Im Verlauf der Spendenkampagne kamen Zweifel auf, ob die Kapuziner wegen ihrer personellen Situation und der Überalterung den Millionenumbau des Wesemlin-Klosters als Bauherren wirklich meistern können.

Agostino: Wir schauen mit Hoffnung in die Zukunft. Hier stellt sich die klassische Frage, ob das Glas halbvoll oder halbleer ist. Klar wissen wir, dass wir die Zeiten, als in Luzern 40 Brüder und bis zu 15 Novizen lebten, nicht mehr erreichen werden. Wir könnten angesichts der neuen Situation resignieren. Wir begegnen der Herausforderung aber lieber mit neuen Ideen und neuer Kraft, die Sinn machen. Also mit Reduktion und Konzentration unserer Lebensräume.

Wie steht es um die übrigen Kapuzinerklöster in der Zentralschweiz?

Agostino: In Altdorf, Arth, Stans und etwas weiter zurück in Zug, Schüpfheim und Sursee hat man Klöster schliessen müssen. Heute gibt es in der Zentralschweiz neben Luzern noch das Kapuzinerkloster in Schwyz, zudem wird das Rigi-Klösterli, die Wallfahrtskirche Heiligkreuz im Entlebuch sowie die Pfarrei in Andermatt seit langem von Kapuzinern betreut. Schwyz ist dabei ein besonderer Fall, weil dort die Pflegestation eingerichtet ist. Dort verbringen unsere Brüder ihren letzten Lebensabschnitt. Doch auch in Schwyz müssen wir uns Gedanken machen, wie wir das Kloster weiterführen können. In der Schweiz gibt es noch 17 Kapuzinerklöster. Wir sind uns bewusst, dass wir nicht alle werden halten können.

Gibt es weitere Konzepte, die das Überleben sichern sollen?

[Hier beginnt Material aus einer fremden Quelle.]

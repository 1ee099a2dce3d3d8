/**
 * `npm run bench:ingest`: the telemetry pipeline's throughput and latency on loopback, with
 * the two limits it is measured against, all in one run on one machine:
 *
 *   1. broker limit   — publisher → aedes broker → plain subscriber (QoS 1, no database), once
 *                       with a clean session and once with a persistent session like the worker's
 *   2. COPY limit     — binary COPY of rows straight into the readings table (pg-copy-streams)
 *   3. single samples — N one-sample messages (QoS 1) → broker → worker → committed
 *   4. batches        — N samples in messages of BATCH samples → committed
 *   5. paced          — single-sample messages at 5 000 readings/s for PACED_S seconds
 *
 * It starts a throwaway PostgreSQL (db/pg-control.ts, in var/bench-ingest), the product's
 * broker (ingest/broker-main.ts) and the worker or subscriber (tests/bench/ingest-child.ts)
 * as separate processes, and stops them all at the end. Each of the two MQTT phases starts
 * after 10 000 unmeasured warm-up messages. Latency is publish → commit: the
 * publisher sets each sample's time to its publish time and a post-commit handler in the
 * worker process records commit time − sample time. Environment: BENCH_N (default 100 000),
 * BENCH_BATCH (500), BENCH_PACED_S (10), INGEST_FLUSH_MS (the worker's, default 20),
 * BENCH_HANDLERS=none (the pipeline without the product's post-commit handlers).
 */
import { spawn, type ChildProcess } from 'node:child_process';
import fs from 'node:fs';
import os from 'node:os';
import path from 'node:path';
import { pipeline } from 'node:stream/promises';
import { Readable } from 'node:stream';
import { fileURLToPath } from 'node:url';
import mqtt, { type MqttClient } from 'mqtt';
import { from as copyFrom } from 'pg-copy-streams';
import { createPool, createSequelize } from '../../db/connection.ts';
import { migrateUp } from '../../db/migrate.ts';
import { freePort, startLocalPostgres, stopLocalPostgres } from '../../db/pg-control.ts';
import { Batch } from '../../ingest/batch.ts';
import { copyBinary } from '../../ingest/store.ts';
import { hashPassword } from '../../src/lib/server/passwords.ts';

const root = path.resolve(path.dirname(fileURLToPath(import.meta.url)), '../..');
const dir = path.join(root, 'var', 'bench-ingest');
const N = Number(process.env['BENCH_N'] ?? 100_000);
const BATCH = Number(process.env['BENCH_BATCH'] ?? 500);
const PACED_S = Number(process.env['BENCH_PACED_S'] ?? 10);
const PACED_RATE = 5000;
const CHANNELS = 200;
const WARM_UP = 10_000;
const SERVICE_PW = 'bench-service-password';
const DEVICE_PW = 'bench-device-password';
const say = (s: string) => console.log(`[bench] ${s}`);
const sleep = (ms: number) => new Promise((r) => setTimeout(r, ms));

interface Done {
  done: true;
  count: number;
  lastMs: number;
  p50: number;
  p99: number;
  max: number;
  cpuMs: number;
}

const children: ChildProcess[] = [];

function child(args: string[], env: NodeJS.ProcessEnv, ipc: boolean): ChildProcess {
  const log = fs.openSync(path.join(dir, `${path.basename(args[args.length - 1]!)}-${children.length}.log`), 'a');
  const p = spawn(process.execPath, ['--import', 'tsx', ...args], {
    cwd: root,
    env,
    stdio: ['ignore', log, log, ...(ipc ? (['ipc'] as const) : [])],
  });
  children.push(p);
  return p;
}

function nextMessage<T>(p: ChildProcess, pred: (m: any) => boolean, timeoutMs: number, what: string): Promise<T> {
  return new Promise((resolve, reject) => {
    const t = setTimeout(() => {
      p.off('message', on);
      reject(new Error(`timed out waiting for ${what}`));
    }, timeoutMs);
    const on = (m: any) => {
      if (pred(m)) {
        clearTimeout(t);
        p.off('message', on);
        resolve(m as T);
      }
    };
    p.on('message', on);
  });
}

async function stopChild(p: ChildProcess) {
  if (p.exitCode !== null || p.signalCode !== null) return;
  p.kill('SIGTERM');
  const until = Date.now() + 10_000;
  while (p.exitCode === null && p.signalCode === null && Date.now() < until) await sleep(50);
  if (p.exitCode === null && p.signalCode === null) p.kill('SIGKILL');
}

/** Publish with QoS 1 keeping at most `window` messages awaiting their PUBACK. */
async function publishAll(
  client: MqttClient,
  count: number,
  make: (i: number) => [string, string],
  opts: { window?: number; rate?: number } = {},
): Promise<number> {
  const window = opts.window ?? 2000;
  let outstanding = 0;
  let wake: (() => void) | null = null;
  const started = Date.now();
  for (let i = 0; i < count; i++) {
    if (opts.rate) {
      const due = started + (i * 1000) / opts.rate;
      const wait = due - Date.now();
      if (wait > 1) await sleep(wait);
    }
    while (outstanding >= window) await new Promise<void>((r) => (wake = r));
    const [topic, payload] = make(i);
    outstanding++;
    client.publish(topic, payload, { qos: 1 }, () => {
      outstanding--;
      const w = wake;
      wake = null;
      w?.();
    });
  }
  while (outstanding > 0) await new Promise<void>((r) => (wake = r));
  return started;
}

async function main() {
  fs.rmSync(dir, { recursive: true, force: true });
  fs.mkdirSync(dir, { recursive: true });
  const loadAtStart = os.loadavg()[0]!;
  say(
    `N = ${N.toLocaleString('en-GB')} readings, batches of ${BATCH}, ${CHANNELS} channels, paced ${PACED_RATE}/s for ${PACED_S} s`,
  );
  const saved = process.env['DATABASE_URL'];
  delete process.env['DATABASE_URL'];
  const pgh = await startLocalPostgres({ baseDir: path.join(dir, 'pg'), database: 'bench' });
  if (saved) process.env['DATABASE_URL'] = saved;
  const seq = createSequelize({ url: pgh.url, max: 1 });
  await migrateUp(seq);
  await seq.close();
  const pool = createPool({ url: pgh.url, max: 2 });
  const { rows: site } = await pool.query<{ id: number }>(
    `insert into sites(code, name) values ('bench', 'Bench site') returning id`,
  );
  const { rows: dev } = await pool.query<{ id: number }>(
    `insert into devices(site_id, name, username, password_hash, topic_prefix) values ($1, 'Bench gateway', 'gw-bench', $2, 'coatrail/v1/bench/gw-bench') returning id`,
    [site[0]!.id, await hashPassword(DEVICE_PW)],
  );
  const { rows: asset } = await pool.query<{ id: number }>(
    `insert into assets(site_id, kind, code, name) values ($1, 'tank', 'tank-1', 'Bench tank') returning id`,
    [site[0]!.id],
  );
  await pool.query(
    `insert into channels(asset_id, device_id, key, name, kind, unit, min, max)
     select $1, $2, 'c' || g, 'Bench ' || g, 'other', 'mm/s', 0, 1000 from generate_series(1, ${CHANNELS + 1}) g`,
    [asset[0]!.id, dev[0]!.id],
  );
  const { rows: chans } = await pool.query<{ id: number; key: string }>('select id, key from channels order by id');
  // The worker's daily retention job would otherwise start a minute in, inside a measurement.
  await pool.query(`insert into site_settings(key, value) values ('retentionLastRun', $1::jsonb)`, [
    JSON.stringify({ atMs: Date.now() }),
  ]);
  const topicOf = (k: number) => `coatrail/v1/bench/gw-bench/tank-1/c${(k % CHANNELS) + 1}`;
  const copyChannel = chans[chans.length - 1]!.id; // c201: only the COPY limit writes here

  const port = await freePort();
  const env: NodeJS.ProcessEnv = {
    ...process.env,
    DATABASE_URL: pgh.url,
    MQTT_PORT: String(port),
    MQTT_URL: `mqtt://127.0.0.1:${port}`,
    MQTT_SERVICE_PASSWORD: SERVICE_PW,
    INGEST_WORKER_ID: 'bench',
    INGEST_JOURNAL_DIR: path.join(dir, 'journal'),
  };
  child(['ingest/broker-main.ts'], env, false);
  const publisher = await (async () => {
    for (let i = 0; ; i++) {
      try {
        return await mqtt.connectAsync(env['MQTT_URL']!, {
          username: 'gw-bench',
          password: DEVICE_PW,
          clientId: `gw-bench-${process.pid}`,
          protocolVersion: 4,
          reconnectPeriod: 0,
        });
      } catch (e) {
        if (i > 100) throw e;
        await sleep(100);
      }
    }
  })();
  // Unique sample times per channel even when many messages leave within one millisecond.
  const lastT = new Float64Array(CHANNELS);
  const stamp = (k: number) => {
    const c = k % CHANNELS;
    const t = Math.max(Date.now(), lastT[c]! + 1);
    lastT[c] = t;
    return t;
  };
  const single = (i: number): [string, string] => [topicOf(i), `{"t":${stamp(i)},"v":${(i % 1000) / 10}}`];
  /** Unmeasured traffic first, so that every process has compiled its hot paths. */
  const warmUp = async (p: ChildProcess) => {
    p.send({ expect: WARM_UP, time: false });
    const warmed = nextMessage<Done>(p, (m) => m.done, 120_000, 'the warm-up');
    await publishAll(publisher, WARM_UP, single);
    await warmed;
  };

  // 1. Broker limits: a subscriber with a clean session, then one with a persistent session like the worker's.
  const brokerLimit = async (persistent: boolean) => {
    say(`1/5 broker limit: publisher → broker → subscriber (QoS 1, ${persistent ? 'persistent' : 'clean'} session)…`);
    const sub = child(['tests/bench/ingest-child.ts', 'subscriber', ...(persistent ? ['persistent'] : [])], env, true);
    await nextMessage(sub, (m) => m.ready, 30_000, 'the subscriber');
    await warmUp(sub);
    sub.send({ expect: N });
    const done = nextMessage<Done>(sub, (m) => m.done, 300_000, 'the subscriber to receive everything');
    const t0 = await publishAll(publisher, N, single);
    const r = await done;
    await stopChild(sub);
    return { rate: N / ((r.lastMs - t0) / 1000), p50: r.p50, p99: r.p99, cpuUs: (r.cpuMs * 1000) / N };
  };
  const brokerClean = await brokerLimit(false);
  const broker = await brokerLimit(true);

  // 2. COPY limit.
  say('2/5 COPY limit: binary COPY straight into readings…');
  const copyStart = Date.now();
  const client = await pool.connect();
  try {
    // Binary COPY (PostgreSQL's fastest input) in transactions of 10 000 rows, one chunk each.
    const base = Date.now() - 30 * 86_400_000;
    for (let done = 0; done < N; done += 10_000) {
      const rows = Math.min(10_000, N - done);
      const b = new Batch();
      for (let i = 0; i < rows; i++) b.add(copyChannel, base + (done + i) * 1000, (i % 1000) / 10, 0, 0);
      await pipeline(
        Readable.from([copyBinary(b)]),
        client.query(copyFrom('COPY readings(channel_id, ts, value, quality) FROM STDIN (FORMAT binary)')),
      );
    }
  } finally {
    client.release();
  }
  const copy = { rate: N / ((Date.now() - copyStart) / 1000) };

  // 3. Single-sample messages through the worker.
  say('3/5 single-sample messages → worker → committed…');
  const worker = child(['tests/bench/ingest-child.ts', 'worker'], env, true);
  await nextMessage(worker, (m) => m.ready, 30_000, 'the worker');
  await warmUp(worker);
  worker.send({ expect: N });
  let done = nextMessage<Done>(worker, (m) => m.done, 600_000, 'the worker to commit everything');
  let t0 = await publishAll(publisher, N, single);
  let r = await done;
  const singles = { rate: N / ((r.lastMs - t0) / 1000), p50: r.p50, p99: r.p99, cpuUs: (r.cpuMs * 1000) / N };

  // 4. Batches.
  say(`4/5 batches of ${BATCH} samples → worker → committed…`);
  const messages = Math.ceil(N / BATCH);
  worker.send({ expect: messages * BATCH, time: false });
  done = nextMessage<Done>(worker, (m) => m.done, 600_000, 'the worker to commit every batch');
  const bBase = Date.now() - 20 * 86_400_000;
  t0 = await publishAll(
    publisher,
    messages,
    (m) => {
      const samples: string[] = [];
      const c = m % CHANNELS;
      const first = bBase + Math.floor(m / CHANNELS) * BATCH * 1000;
      for (let k = 0; k < BATCH; k++) samples.push(`{"t":${first + k * 1000},"v":${k % 100}}`);
      return [topicOf(c), `{"samples":[${samples.join(',')}]}`];
    },
    { window: 50 },
  );
  r = await done;
  const batched = { rate: (messages * BATCH) / ((r.lastMs - t0) / 1000), cpuUs: (r.cpuMs * 1000) / (messages * BATCH) };

  // 5. Paced.
  say(`5/5 paced: ${PACED_RATE} single-sample readings/s for ${PACED_S} s…`);
  const paced = PACED_RATE * PACED_S;
  worker.send({ expect: paced });
  done = nextMessage<Done>(worker, (m) => m.done, 120_000, 'the paced run');
  await publishAll(publisher, paced, single, { rate: PACED_RATE });
  r = await done;
  const pacedLat = { p50: r.p50, p99: r.p99, max: r.max };

  await publisher.endAsync();
  for (const c of [...children].reverse()) await stopChild(c);
  const { rows: total } = await pool.query<{ n: number }>('select count(*)::int as n from readings');
  await pool.end();
  await stopLocalPostgres(path.join(dir, 'pg'));

  const f = (x: number) => Math.round(x).toLocaleString('en-GB');
  const ms = (x: number) => `${Math.round(x)} ms`;
  const pct = (x: number) => `${Math.round(x * 100)} %`;
  const lines: [string, string, string, string, string][] = [
    ['measurement', 'readings/s', 'p50', 'p99', 'vs. limit (target)'],
    ['broker limit, clean session (QoS 1, no database)', f(brokerClean.rate), ms(brokerClean.p50), ms(brokerClean.p99), ''],
    ['broker limit, persistent session as the worker', f(broker.rate), ms(broker.p50), ms(broker.p99), ''],
    ['COPY limit (binary COPY into readings)', f(copy.rate), '', '', ''],
    [
      'single-sample messages, publish → committed',
      f(singles.rate),
      ms(singles.p50),
      ms(singles.p99),
      `${pct(singles.rate / broker.rate)} of persistent (≥ 80 %); ${pct(singles.rate / brokerClean.rate)} of clean`,
    ],
    [`batches of ${BATCH}, publish → committed`, f(batched.rate), '', '', `${pct(batched.rate / copy.rate)} of COPY (≥ 50 %)`],
    [`paced ${f(PACED_RATE)}/s single samples`, f(PACED_RATE), ms(pacedLat.p50), ms(pacedLat.p99), `p99 ≤ 150 ms`],
  ];
  const widths = lines[0]!.map((_, i) => Math.max(...lines.map((l) => l[i]!.length)));
  console.log('');
  for (const [k, l] of lines.entries()) {
    console.log(l.map((c, i) => (i === 0 || i === 4 ? c.padEnd(widths[i]!) : c.padStart(widths[i]!))).join('  '));
    if (k === 0) console.log(widths.map((w) => '-'.repeat(w)).join('  '));
  }
  console.log('');
  say(
    `CPU of the receiving process: subscriber ${brokerClean.cpuUs.toFixed(1)} µs/message (clean), ${broker.cpuUs.toFixed(1)} (persistent); worker ${singles.cpuUs.toFixed(1)} µs/reading (single samples), ` +
      `${batched.cpuUs.toFixed(2)} µs/reading (batches)`,
  );
  say(
    `load average (1 min) at start ${loadAtStart.toFixed(1)}, at end ${os.loadavg()[0]!.toFixed(1)}, on ${os.cpus().length} CPUs`,
  );
  say(
    `rows in readings at the end: ${f(total[0]!.n)} (expected ${f(N + WARM_UP + N + messages * BATCH + paced)}); flush ${process.env['INGEST_FLUSH_MS'] ?? 20} ms; ` +
      `post-commit handlers: ${process.env['BENCH_HANDLERS'] === 'none' ? 'none' : "the product's"}`,
  );
  fs.rmSync(dir, { recursive: true, force: true });
}

main().catch(async (e) => {
  console.error(e);
  for (const c of children) await stopChild(c);
  await stopLocalPostgres(path.join(dir, 'pg')).catch(() => {});
  process.exit(1);
});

Agostino: Ja, die gibt es. Beispielsweise mit der Vermietung der Klosterräume für Kurse von Firmen oder das Durchführen von klostereigenen Kursen zu Themen wie Spiritualität oder Meditation. Es geht grundsätzlich darum, die Türen zu öffnen. Auch auf internationaler Ebene. Die Schweiz beteiligt sich an Projekten der internationalen, personellen Solidarität. In Indien und Afrika gibt es viele Ordensbrüder, das macht Hoffnung. In der Romandie und seit kurzem auch in Mels in der Deutschschweiz stehen indische Kapuziner im Einsatz. Das kann auch in der Zentralschweiz zu einem Thema werden. Um diese ausländischen Kapuziner bestmöglichst zu integrieren, sollten sie in der Schweiz Theologie studieren.